At first she denied that this was going on. I said that my router was broadcasting a second BSSID with the network name “xfinitywifi” and I wanted them to disable it. She said (not joking): “Are you sure? How do you know?” I said I have diagnostic tools and when I power the router off the second network goes down with it.
She still didn’t believe me. She wanted to run me through a set of standard “put the O.N.O.F.F. switch in the O.F.F. position then back in the O.N. position” tests. I interrupted and said I knew it was a Comcast configuration, “you have a button on your website to disable this but it’s not working, I get an error.”
Long pause. Then in a tone that said, “why didn’t you say that the first time” she says “Ohhh… the XFINITYWIFI network… Why would you want to disable that? That’s a free service that we provide. You don’t need to disable it.” Then she pauses, expecting me to say something in return.
My turn to pause. Having practiced these types of conversations in the past, I paused for about 5 seconds, then let out a slow, exasperated sigh. I said, “I dunno.. I dunno what to say. I’m speechless… So.. How can you do this? How can you share my bandwidth without my permission? Where did I agree to this? How is this legal?”
She then tells me that she doesn’t have permission to disable it. Only the wifi support department has that capability. I’m put back on hold.
Imagine at this point my frustration. While on hold I go back to the website and keep reloading the page to disable the feature and finally on the 5th try it lets me disable it. The changes take effect after a minute, the BSSID is gone. I hang up the phone.

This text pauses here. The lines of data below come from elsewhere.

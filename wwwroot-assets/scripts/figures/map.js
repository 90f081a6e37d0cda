// Keys and dragging of the station map; .NET draws it.

/** Takes charge of a map's element; callbacks go to the .NET object. */
export function create(host, dotnet) {
  const listeners = new AbortController();
  const options = { signal: listeners.signal };
  let start = null;
  let dragged = false;

  host.addEventListener("keydown", e => {
    if (e.ctrlKey || e.metaKey || e.altKey) {
      return;
    }

    const direction = { ArrowLeft: 0, ArrowRight: 1, ArrowUp: 2, ArrowDown: 3 }[e.key];
    const call = direction !== undefined ? ["Step", direction]
      : e.key === "Enter" ? ["Choose"]
        : e.key === "+" || e.key === "=" ? ["Zoom", 1.5]
          : e.key === "-" ? ["Zoom", 1 / 1.5]
            : e.key === "0" ? ["ShowAll"] : null;
    if (call) {
      e.preventDefault();
      dotnet.invokeMethodAsync(...call);
    }
  }, options);

  host.addEventListener("pointerdown", e => {
    if (e.pointerType === "mouse" && e.button === 0) {
      start = [e.clientX, e.clientY];
      dragged = false;
    }
  }, options);

  window.addEventListener("pointermove", e => {
    if (start) {
      const [dx, dy] = [e.clientX - start[0], e.clientY - start[1]];
      dragged ||= Math.hypot(dx, dy) > 4;
      host.firstElementChild.style.transform = dragged ? `translate(${dx}px, ${dy}px)` : "";
    }
  }, options);

  window.addEventListener("pointerup", async e => {
    if (!start) {
      return;
    }

    const [dx, dy] = [e.clientX - start[0], e.clientY - start[1]];
    start = null;
    if (dragged) {
      await dotnet.invokeMethodAsync("Pan", -dx / host.clientWidth, dy / host.clientHeight);
      host.firstElementChild.style.transform = "";
    }
  }, options);

  // A drag that ends over a station does not choose it.
  host.addEventListener("click", e => {
    if (dragged) {
      e.stopPropagation();
      dragged = false;
    }
  }, { ...options, capture: true });

  return { dispose: () => listeners.abort() };
}
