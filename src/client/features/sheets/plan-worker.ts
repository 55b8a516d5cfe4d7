import { planSheets, SheetError, type SheetInfo, type SheetOptions } from "#core/drawing/sheet.ts";
import type { SheetReport } from "#core/drawing/sheet-tables.ts";
import { planToSvg } from "#core/drawing/plan-to-svg.ts";
import type { Layout } from "#core/layout/schema.ts";

export interface PlanQuestion {
  readonly layout: Layout;
  readonly report: SheetReport;
  readonly options: SheetOptions;
  readonly info: SheetInfo;
}
export type PlanAnswer =
  | { readonly ok: true; readonly sheets: readonly { readonly svg: string; readonly scale: number; readonly width: number; readonly height: number }[]; readonly remarks: readonly string[] }
  | { readonly ok: false; readonly message: string };

/** Plans sheets off the page's own thread, with the same core that the printed one uses. */
self.onmessage = ({ data }: MessageEvent<PlanQuestion>) => {
  let answer: PlanAnswer;
  try {
    const plans = planSheets(data.layout, data.report, data.options, data.info);
    answer = {
      ok: true, remarks: [...new Set(plans.flatMap((plan) => plan.remarks))],
      sheets: plans.map((plan) => ({ svg: planToSvg(plan), scale: plan.scale, width: plan.paper.width, height: plan.paper.height })),
    };
  } catch (error) {
    answer = { ok: false, message: error instanceof SheetError ? error.message : "The sheet could not be planned." };
  }
  self.postMessage(answer);
};
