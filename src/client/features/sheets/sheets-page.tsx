import { useQuery } from "@tanstack/react-query";
import { useMemo, useState } from "react";
import { PAPER_NAMES } from "#core/drawing/paper.ts";
import { sheetDatums } from "#core/drawing/sheet-datums.ts";
import { formatLength } from "#core/units/format-length.ts";
import { parseLength, type LengthUnit } from "#core/units/parse-length.ts";
import { addressOf, call } from "../../api/call.ts";
import { useMe } from "../../app/session.queries.ts";
import { useBench, useDocument, useReports } from "../../editor/bench-context.tsx";
import { useViewState } from "../../editor/view-state.ts";
import { classes } from "../../ui/classes.ts";
import { SelectField, TextField } from "../../ui/field.tsx";
import { Loading, TroubleNote } from "../../ui/states.tsx";
import type { PlanQuestion } from "./plan-worker.ts";
import { usePlannedSheets } from "./use-planned-sheets.ts";

type Paper = (typeof PAPER_NAMES)[number];
const SCALES = ["fit", "1", "2", "5", "10", "20", "50", "100"] as const;
type Scale = (typeof SCALES)[number];
const PAPER_SAYS: Record<Paper, string> = { A4: "A4, 297 x 210", A3: "A3, 420 x 297", A2: "A2, 594 x 420", A1: "A1, 841 x 594", Letter: "Letter, 11 x 8 1/2 in", Tabloid: "Tabloid, 17 x 11 in" };

/** The general arrangement as it will be printed: core's plan inked on the screen, the same plan that the server inks as a PDF. */
export default function SheetsPage() {
  const { buildId, layoutId, units: mine } = useBench();
  const me = useMe();
  const build = useQuery({ queryKey: ["build", buildId], queryFn: () => call("getBuild", { params: { buildId } }) });
  const document = useDocument((state) => state.document);
  const report = useDocument((state) => state.report);
  const seq = useDocument((state) => state.seq);
  const unsent = useDocument((state) => state.waiting.length);
  const { body, mass, spaces, spacesBehind, stanceBehind, failed } = useReports((reports) => reports);
  const bench = useViewState((state) => state.station);
  const [paper, setPaper] = useState<Paper>("A3");
  const [scale, setScale] = useState<Scale>("fit");
  const [units, setUnits] = useState<LengthUnit>(mine);
  const [station, setStation] = useState("");
  const [datum, setDatum] = useState("");
  const read = station.trim() === "" ? null : parseLength(station, units);
  const at = read?.ok ? read.mm : undefined;
  const owner = build.data?.name;
  const creator = me.data?.person?.name;
  const question = useMemo((): PlanQuestion | null => {
    if (!owner || !body || !mass || !spaces || stanceBehind || spacesBehind) return null;
    return {
      layout: document, report: { ...report, body, mass, spaces }, options: { paper, scale: scale === "fit" ? "fit" : Number(scale), units, station: at, datum: datum || undefined },
      info: { owner, number: `${owner.slice(0, 3).toUpperCase()}-GA-${seq}`, date: new Date().toISOString().slice(0, 10), creator, revision: "working copy", documentType: "general arrangement" },
    };
  }, [document, report, body, mass, spaces, stanceBehind, spacesBehind, paper, scale, units, at, datum, owner, creator, seq]);
  const { answer, busy } = usePlannedSheets(question);
  const address = addressOf("getSheet", { buildId, layoutId }, { paper, scale: scale === "fit" ? "fit" : Number(scale), units, station: at, datum: datum || undefined });
  const datums = useMemo(() => sheetDatums(document), [document]);
  const [zoom, setZoom] = useState<"page" | "width" | "true">("width");
  return (
    <main id="main" className="grid min-h-0 flex-1 overflow-auto lg:grid-cols-[264px_minmax(0,1fr)] lg:overflow-hidden">
      <form className="space-y-4 overflow-y-auto border-hair px-5 py-5 lg:border-r" onSubmit={(event) => event.preventDefault()} aria-label="The sheet">
        <h1 className="text-2xl font-semibold">General arrangement</h1>
        <SelectField<Paper> label="Paper" value={paper} options={PAPER_NAMES.map((name) => ({ value: name, label: PAPER_SAYS[name] }))} onChange={setPaper} />
        <SelectField<Scale> label="Scale" value={scale} options={SCALES.map((one) => ({ value: one, label: one === "fit" ? "the largest that fits" : `1 : ${one}` }))} onChange={setScale} />
        <SelectField<LengthUnit> label="Dimensions in" value={units} options={[{ value: "mm", label: "millimetres" }, { value: "in", label: "inches, decimal" }, { value: "in-fraction", label: "inches, to 1/16" }]} onChange={setUnits} />
        <SelectField label="Dimensions from" value={datum} options={[{ value: "", label: "front axle, centre, zero plane" }, ...datums.map((one) => ({ value: one.key, label: one.name }))]} onChange={setDatum} />
        <div>
          <TextField label="Section at" hint="Empty: seen from behind, uncut" value={station} onChange={setStation} error={read && !read.ok ? read.message : undefined} placeholder="seen from behind" />
          <button type="button" className="mt-1 border-b border-hair text-sm hover:border-ink" onClick={() => setStation(formatLength(bench, units))}>as on the bench, <span className="num">{formatLength(bench, units, units === "mm" ? 0 : undefined)}</span></button>
        </div>
        <a className="flex min-h-10 w-full items-center justify-center border border-ink bg-ink font-semibold text-film hover:bg-film hover:text-ink" href={address} target="_blank" rel="noreferrer">Open as PDF, to print</a>
        <a className="flex min-h-10 w-full items-center justify-center border border-ink font-semibold hover:bg-ink hover:text-film" href={address} download={`${document.name}.pdf`}>Download the PDF</a>
        <p className="text-sm text-pencil">The server draws the PDF anew after a change: a few seconds before it begins.</p>
        {unsent > 0 && <p role="status" className="text-sm text-tight">{unsent} {unsent === 1 ? "edit is" : "edits are"} not with the server yet: this preview has {unsent === 1 ? "it" : "them"}, the PDF has not.</p>}
        <p className="text-sm text-pencil">Print at 100 %, not "fit to page", then hold a ruler to the 100 mm bar. Estimates from what was drawn: measure on the car before cutting; with heat, fuel, brakes, steering and glass follow the part maker and the local rules.</p>
        {answer?.ok && answer.remarks.map((remark) => <p key={remark} className="border border-hair px-3 py-2 text-sm">{remark}</p>)}
      </form>
      <div className="flex min-h-0 min-w-0 flex-col">
        <div className="flex shrink-0 flex-wrap items-center gap-x-5 border-b border-hair px-5 py-2 text-sm text-pencil">
          <span role="status">{answer?.ok ? `${answer.sheets.length} ${answer.sheets.length === 1 ? "sheet" : "sheets"}, ${paper}, 1 : ${answer.sheets[0]?.scale ?? ""}` : ""}{busy || !question ? " drawing …" : ""}</span>
          <span className="ml-auto flex gap-4" role="group" aria-label="Size on the screen">
            {([["page", "whole page"], ["width", "fill the width"], ["true", "true size"]] as const).map(([value, word]) => <button key={value} type="button" aria-pressed={zoom === value} className={classes("min-h-7", zoom === value ? "border-b border-ink text-ink" : "hover:text-ink")} onClick={() => setZoom(value)}>{word}</button>)}
          </span>
        </div>
        <div role="region" aria-label="The sheets as they print" tabIndex={0} className="min-h-0 flex-1 space-y-6 overflow-auto bg-part p-5 -outline-offset-2" aria-busy={busy}>
          {failed ? <TroubleNote error={new Error(failed)} title="The sheet cannot be drawn" /> : answer === null ? <div className="bg-white"><Loading what="Drawing the sheet" lines={14} /></div> : !answer.ok ? <TroubleNote error={new Error(answer.message)} title="This sheet cannot be drawn so" /> : answer.sheets.map((sheet, i) => (
            <figure key={i} className={classes(busy && "opacity-60", zoom === "true" ? "w-max" : zoom === "page" ? "mx-auto w-fit" : "")}>
              <div
                className={classes("border border-ink bg-white", zoom === "width" ? "[&>svg]:h-auto [&>svg]:w-full" : zoom === "page" ? "[&>svg]:h-[calc(100dvh-210px)] [&>svg]:w-auto" : "")}
                dangerouslySetInnerHTML={{ __html: sheet.svg }}
              />
              <figcaption className="mt-1 text-sm text-pencil">Sheet {i + 1} of {answer.sheets.length}</figcaption>
            </figure>
          ))}
        </div>
      </div>
    </main>
  );
}
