import { AXES, axisIndex, groundAt, PROJECTION, type Axis, type Vec3, type View } from "../frames.ts";
import type { Gap } from "../gaps/gap.ts";
import type { Layout } from "../layout/schema.ts";
import { EDGE, nameRow, type Arrangement, type Placed } from "./arrange.ts";
import { balloonRadius, drawTags, planTags, type Tag } from "./balloons.ts";
import { cutOf, lookOf, type DrawnItem, type Look } from "./drawn-items.ts";
import { textWidth } from "./lettering.ts";
import { chooseOrdinates, drawOrdinates, labelPitch, type Ordinate } from "./ordinates.ts";
import { INDIGO, INK, VERDICT_INK, type Hand } from "./paper.ts";
import type { Pen } from "./pen.ts";
import { stroke } from "./pen.ts";
import { LABEL_AIR, stackLabels, type SheetDatum, type Zero } from "./sheet-datums.ts";
import { placeText, type SheetUnits } from "./sheet-lengths.ts";
import { busyness, linesOf, spotsOf } from "./tag-spots.ts";
import { drawCuts, drawGround, drawLooks, drawShell, drawTravel, onPaper, type ViewFrame } from "./view-lines.ts";

export interface ViewsInput {
  readonly layout: Layout;
  readonly items: readonly DrawnItem[];
  readonly gaps: readonly Gap[];
  readonly datums: readonly SheetDatum[];
  readonly zero: Zero;
  readonly units: SheetUnits;
  readonly station: number | null;
  readonly reach: Readonly<Record<Axis, readonly [number, number]>>;
}

/** How many of the worst gaps are marked in the views. */
export const MARKED_GAPS = 12;

/** Inks the views of an arrangement with their datums, dimensions and numbers; returns remarks. */
export function drawViews(pen: Pen, arrangement: Arrangement, input: ViewsInput, hand: Hand): string[] {
  const remarks: string[] = [];
  const { layout, items, station } = input;
  const tolerance = 0.006 * arrangement.scale;
  const scenes = arrangement.placed.map((placed) => {
    const { u, v } = PROJECTION[placed.view];
    const letters = ["x", "y", "z"] as const;
    const frame: ViewFrame = { view: placed.view, scale: arrangement.scale, origin: [placed.box.left - input.reach[letters[u]][0] / arrangement.scale, placed.box.bottom + input.reach[letters[v]][0] / arrangement.scale] };
    const cut = placed.view === "rear" && station !== null;
    const looks = cut ? items.map((item) => cutOf(item, station, tolerance)).filter((look): look is Look => look !== null) : items.map((item) => lookOf(item, placed.view, tolerance));
    return { placed, frame, looks, cut };
  });
  for (const { placed, frame, looks, cut } of scenes) {
    drawShell(pen, frame, layout, hand, placed.view === "rear" ? station : null);
    drawGround(pen, frame, layout, input.reach[placed.view === "side" ? "x" : "y"][0], input.reach[placed.view === "side" ? "x" : "y"][1], hand);
    if (cut) drawCuts(pen, frame, looks, hand);
    else {
      drawTravel(pen, frame, looks, layout, hand);
      drawLooks(pen, frame, looks, hand, placed.view !== "rear");
    }
  }
  for (const { placed, cut } of scenes) {
    const title = viewTitle(placed.view, cut ? station : null, input.zero, input.units);
    pen.text("titles", placed.title, title, hand.letters.head, { weight: "bold" });
  }
  const main = scenes.filter((scene) => scene.placed.view !== "rear");
  remarks.push(...drawDatums(pen, arrangement, input, scenes, hand));
  remarks.push(...drawDimensions(pen, arrangement, input, scenes, hand));
  remarks.push(...drawNumbers(pen, input, main, scenes.find((scene) => scene.cut), hand));
  return remarks;
}

interface Scene {
  readonly placed: Placed;
  readonly frame: ViewFrame;
  readonly looks: readonly Look[];
  readonly cut: boolean;
}

const inReach = (input: ViewsInput, axis: Axis, at: number) => at >= input.reach[axis][0] - 1e-6 && at <= input.reach[axis][1] + 1e-6;

/** Vertical lines of the main views, paper x: datums along x, and the plane of the section. */
function verticals(input: ViewsInput, frame: ViewFrame): { x: number; datum: SheetDatum | null }[] {
  const lines: { x: number; datum: SheetDatum | null }[] = input.datums.filter((d) => d.axis === "x" && inReach(input, "x", d.at)).map((datum) => ({ x: onPaper(frame, [datum.at, 0])[0], datum }));
  if (input.station !== null && inReach(input, "x", input.station)) lines.push({ x: onPaper(frame, [input.station, 0])[0], datum: null });
  return lines;
}

/** Length of the arrow that says which way one looks at a section. */
export const ARROW = 4.5;
const CUT: SheetDatum = { key: "section", code: "A", name: "A", axis: "x", at: 0 };

function drawDatums(pen: Pen, arrangement: Arrangement, input: ViewsInput, scenes: readonly Scene[], hand: Hand): string[] {
  const remarks: string[] = [];
  const chain = stroke(hand.pens.hair, INDIGO, "chain");
  const size = hand.letters.dimension;
  const main = scenes.filter((scene) => scene.placed.view !== "rear");
  if (main.length > 0) {
    const frame = main[0]!.frame;
    const { labels, left } = stackLabels(verticals(input, frame).map(({ x, datum }) => (datum ? { x, datum } : { x, datum: CUT, leftward: ARROW })), size, arrangement.names.right, rowsFor(arrangement, scenes, hand));
    const titles = main.slice(1).map((scene) => ({ y: scene.placed.title[1], right: scene.placed.title[0] + textWidth(viewTitle(scene.placed.view, null, input.zero, input.units), hand.letters.head) }));
    const foot = Math.max(...main.map((scene) => scene.placed.box.bottom)) + 2.2;
    for (const label of labels) {
      const top = arrangement.names.bottom - label.row * nameRow(hand) - size - 0.7;
      // the line stops for a view's title
      const stops = titles.filter((t) => label.x < t.right + 1).map((t): [number, number] => [t.y - hand.letters.head, t.y + 0.4 * hand.letters.head]);
      let y = top;
      const cutting = label.datum === CUT;
      for (const [from, to] of [...stops, [foot, foot] as [number, number]]) {
        if (from > y) pen.line(cutting ? "section line" : "datums", [label.x, y], [label.x, from], cutting ? stroke(hand.pens.thin, INK, "chain") : chain, label.datum.key);
        y = to;
      }
      if (cutting) {
        // thick ends of the plane, and which way one looks
        for (const [from, to] of [[top, top + 4], [foot - 4, foot]] as const) pen.line("section line", [label.x, from], [label.x, to], stroke(hand.pens.thick * 1.6));
        for (const at of [top + 0.2, foot - 0.2]) {
          pen.line("section line", [label.x, at], [label.x - ARROW, at], stroke(hand.pens.thin));
          pen.polyline("section line", [[label.x - ARROW, at], [label.x - ARROW + 2, at - 0.55], [label.x - ARROW + 2, at + 0.55]], true, null, INK);
        }
      }
      pen.text("datums", [label.x + LABEL_AIR, arrangement.names.bottom - label.row * nameRow(hand) - 0.25 * size - 0.7], label.text, size, { ink: cutting ? INK : INDIGO, weight: cutting ? "bold" : "regular", of: label.datum.key });
    }
    if (left.length > 0) remarks.push(`No room for the lines of ${left.length} datums: ${left.map((d) => d.code).join(", ")}; they are in the table of datums.`);
    const off = input.datums.filter((d) => d.axis === "x" && !inReach(input, "x", d.at));
    if (off.length > 0) remarks.push(`Off the drawing: ${off.map((d) => `${d.code} ${d.name}`).join(", ")}.`);
  }
  for (const { placed, frame } of scenes) {
    const { u, v } = PROJECTION[placed.view];
    for (const datum of input.datums) {
      const c = axisIndex(datum.axis);
      if (!inReach(input, datum.axis, datum.at)) continue;
      const at: [number, number, number] = [0, 0, 0];
      at[c] = datum.at;
      const [x, y] = onPaper(frame, [at[u]!, at[v]!]);
      if (c === v) pen.line("datums", [placed.box.left - 2, y], [placed.box.right + 2, y], chain, datum.key);
      else if (c === u && placed.view === "rear") pen.line("datums", [x, placed.box.top - EDGE], [x, placed.box.bottom + 2.2], chain, datum.key);
    }
  }
  return remarks;
}

/** What stands above a view. */
export function viewTitle(view: View, station: number | null, zero: Zero, units: SheetUnits): string {
  if (view === "plan") return "PLAN";
  if (view === "side") return "SIDE, FROM THE LEFT";
  return station === null ? "REAR, FROM BEHIND" : `SECTION A-A AT ${placeText(station - zero.at[0], units)}, FROM BEHIND`;
}
const rowsFor = (arrangement: Arrangement, scenes: readonly Scene[], hand: Hand) => {
  const first = scenes.find((scene) => scene.placed.view !== "rear")!;
  return Math.max(0, Math.floor((arrangement.names.bottom - first.placed.title[1] - 0.3 * hand.letters.head) / nameRow(hand)));
};

interface Face {
  /** Along its axis, car frame, mm. */
  readonly at: number;
  readonly text: string;
  /** Datums and ends first, then faces of large things (area seen along the axis's view, mm2). */
  readonly weight: number;
  readonly of: string;
  readonly datum: boolean;
}

/** What may be dimensioned along an axis. */
function facesAlong(input: ViewsInput, axis: Axis): Face[] {
  const c = axisIndex(axis);
  const out: Face[] = [];
  const add = (at: number, weight: number, of: string, mark = "", datum = false) => {
    if (!inReach(input, axis, at)) return;
    const text = placeText(at - input.zero.at[c], input.units);
    out.push({ at, text: mark === "" ? text : `${text} ${mark}`, weight, of, datum });
  };
  // names of datums along x stand above the views; the others are told by their codes
  for (const datum of input.datums) if (datum.axis === axis) add(datum.at, 1e12, datum.key, axis === "x" ? "" : datum.code, true);
  if (axis === "x" && input.station !== null) add(input.station, 1e12, "section", "A");
  if (axis === "z") add(groundAt(input.layout.chassis, input.layout.chassis.wheelbase), 1e11, "ground");
  const { side = [], top = [] } = input.layout.body;
  const body = axis === "x" ? [...side, ...top].map((p) => p[0]) : axis === "y" ? top.map((p) => p[1]) : side.map((p) => p[1]);
  if (body.length > 0) for (const at of [body.reduce((a, b) => Math.min(a, b)), body.reduce((a, b) => Math.max(a, b))]) add(at, 1e11, "body");
  for (const item of input.items) {
    if (item.is !== "part" || FOLLOWERS.has(item.kind)) continue;
    const size = [0, 1, 2].map((k) => item.extent.high[k]! - item.extent.low[k]!);
    const area = axis === "y" ? size[0]! * size[1]! : size[0]! * size[2]!;
    add(item.extent.low[c], area, item.key);
    add(item.extent.high[c], area * 0.999, item.key);
  }
  return out;
}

30 minutes later I check the Wireless Diagnostics tool again. The BSSID ‘xfinitywifi’ is back. Go back to the website, “unexpected error” yet again.
Yup.
So it automatically re-enables itself. Which means the choice is either a) buy a different cable modem that doesn’t support this garbage or b) move to a different Internet provider.

I’m 110% for community wireless initiatives. I believe free or highly affordable public access to the Internet would be good for people and better for the economy. In 2002 I co-founded cafwap.net, a small project that tried to blanket as much of the Corvallis, Oregon area in free wifi as possible.

What bothers me about xfinitywifi is a) they didn’t ask my permission to steal my bandwidth b) broadcasting a second AP on the same channel is just dumb and c) they’re charging for this service. I would rather have an open AP and use MAC filtering to limit bandwidth.